By Richard Hollingham profile image
Richard Hollingham
Features correspondent
Getty Images Gillray cartoon on cowpox vaccine (Credit: Getty Images)Getty Images

Smallpox used to kill millions. But a chance discovery led to the first vaccine, and a transformation in human health.

Smallpox was a terrible disease.

 

“Your body would ache, you’d have high fever, a sore throat, headaches and difficulty breathing,” says epidemiologist René Najera, editor of the History of Vaccines website.

 

But that wasn’t the worst of it.

 

“On top of that, you’d get a horrible disfiguring rash over your entire body – pustules filled with pus on your scalp, feet, throat, even lungs – and over the course of a couple of days, they would dry out and start falling off,” says Najera.

 

With the rise in global trade and the spread of empires, smallpox ravaged communities around the world.

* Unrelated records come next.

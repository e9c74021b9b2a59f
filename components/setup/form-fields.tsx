"use client";

import type { ReactNode } from "react";

/**
 * Form controls of the set-up screens. Each shows its error beside it, tied to the control with
 * aria-describedby and announced politely; every control is at least 44 px tall.
 */
interface Common {
  id: string;
  label: string;
  error?: string;
  hint?: ReactNode;
  className?: string;
}

function Message({ id, error, hint }: { id: string; error?: string; hint?: ReactNode }) {
  return (
    <>
      {hint && (
        <p id={`${id}-hint`} className="mt-1 text-sm text-ink-muted">
          {hint}
        </p>
      )}
      <p id={`${id}-error`} aria-live="polite" className="mt-1 text-sm font-semibold text-fault empty:hidden">
        {error ? (
          <span className="inline-flex items-start gap-1">
            <svg viewBox="0 0 16 16" width="14" height="14" aria-hidden="true" className="mt-1 shrink-0">
              <path d="M4 4l8 8M12 4l-8 8" fill="none" stroke="currentColor" strokeWidth="2.2" strokeLinecap="round" />
            </svg>
            {error}
          </span>
        ) : null}
      </p>
    </>
  );
}

function describedBy(id: string, error?: string, hint?: ReactNode): string | undefined {
  return [hint ? `${id}-hint` : "", error ? `${id}-error` : ""].filter(Boolean).join(" ") || undefined;
}

const inputClasses = "min-h-touch w-full rounded-card border-2 border-line-strong bg-paper-raised px-3 text-base aria-[invalid=true]:border-fault";

export function TextInput({ id, label, error, hint, className = "", value, onChange, required, maxLength, autoFocus }: Common & { value: string; onChange: (v: string) => void; required?: boolean; maxLength?: number; autoFocus?: boolean }) {
  return (
    <div className={className}>
      <label htmlFor={id} className="mb-1 block font-semibold">
        {label}
        {!required && <span className="font-normal text-ink-muted"> (optional)</span>}
      </label>
      <input
        id={id}
        name={id}
        value={value}
        onChange={(e) => onChange(e.target.value)}
        aria-invalid={error ? true : undefined}
        aria-describedby={describedBy(id, error, hint)}
        aria-required={required || undefined}
        maxLength={maxLength}
        autoFocus={autoFocus}
        className={inputClasses}
      />
      <Message id={id} error={error} hint={hint} />
    </div>
  );
}

/** A number typed in the user's unit; the unit is part of the label and printed beside the box. */
export function NumberInput({ id, label, unit, error, hint, className = "", value, onChange, required }: Common & { unit?: string; value: string; onChange: (v: string) => void; required?: boolean }) {
  return (
    <div className={className}>
      <label htmlFor={id} className="mb-1 block font-semibold">
        {label}
        {unit && <span className="sr-only"> in {unit}</span>}
        {!required && <span className="font-normal text-ink-muted"> (optional)</span>}
      </label>
      <div className="flex items-center gap-2">
        <input
          id={id}
          name={id}
          inputMode="decimal"
          autoComplete="off"
          value={value}
          onChange={(e) => onChange(e.target.value)}
          aria-invalid={error ? true : undefined}
          aria-describedby={describedBy(id, error, hint)}
          aria-required={required || undefined}
          className={`${inputClasses} text-right`}
        />
        {unit && (
          <span aria-hidden="true" className="min-w-[3.5rem] text-sm font-semibold text-ink-soft">
            {unit}
          </span>
        )}
      </div>
      <Message id={id} error={error} hint={hint} />
    </div>
  );
}

export function SelectInput({
  id,
  label,
  error,
  hint,
  className = "",
  value,
  onChange,
  options,
  required,
}: Common & { value: string; onChange: (v: string) => void; options: { value: string; label: string; group?: string }[]; required?: boolean }) {
  const groups = [...new Set(options.map((o) => o.group ?? ""))];
  const render = (list: typeof options) =>
    list.map((o) => (
      <option key={o.value} value={o.value}>
        {o.label}
      </option>
    ));
  return (
    <div className={className}>
      <label htmlFor={id} className="mb-1 block font-semibold">
        {label}
        {!required && <span className="font-normal text-ink-muted"> (optional)</span>}
      </label>
      <select
        id={id}
        name={id}
        value={value}
        onChange={(e) => onChange(e.target.value)}
        aria-invalid={error ? true : undefined}
        aria-describedby={describedBy(id, error, hint)}
        className={inputClasses}
      >
        {groups.length > 1 || groups[0] !== ""
          ? groups.map((g) =>
              g === "" ? (
                render(options.filter((o) => !o.group))
              ) : (
                <optgroup key={g} label={g}>
                  {render(options.filter((o) => o.group === g))}
                </optgroup>
              ),
            )
          : render(options)}
      </select>
      <Message id={id} error={error} hint={hint} />
    </div>
  );
}

export function CheckboxInput({ id, label, error, hint, className = "", checked, onChange }: Common & { checked: boolean; onChange: (v: boolean) => void }) {
  return (
    <div className={className}>
      <label htmlFor={id} className="flex min-h-touch cursor-pointer items-center gap-3 font-semibold">
        <input
          id={id}
          name={id}
          type="checkbox"
          checked={checked}
          onChange={(e) => onChange(e.target.checked)}
          aria-describedby={describedBy(id, error, hint)}
          className="h-6 w-6 accent-accent"
        />
        {label}
      </label>
      <Message id={id} error={error} hint={hint} />
    </div>
  );
}

/** The form's own message (what failed, or what was saved), announced when it changes. */
export function FormMessage({ message, tone }: { message: string | null; tone: "fault" | "ok" }) {
  return (
    <div aria-live="polite">
      {message && (
        <p role={tone === "fault" ? "alert" : "status"} className={`rounded-card border-2 px-3 py-2 font-semibold ${tone === "fault" ? "border-fault bg-fault-soft text-fault" : "border-ok bg-ok-soft text-ok"}`}>
          {message}
        </p>
      )}
    </div>
  );
}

Around a third of adults infected with smallpox would be expected to die, and eight out of 10 infants. In the early 18th Century, the disease is calculated to have killed some 400,000 people every year in Europe alone.

 

Ports were particularly vulnerable. The 1721 smallpox outbreak in the US city of Boston wiped out 8% of the population. But even if you lived, the disease had lasting effects, leaving some of the survivors blind and all of them with nasty scars.

 

“When the scabs fell off, they’d leave you pockmarked and disfigured – some people committed suicide rather than live with the scarring,” Najera says.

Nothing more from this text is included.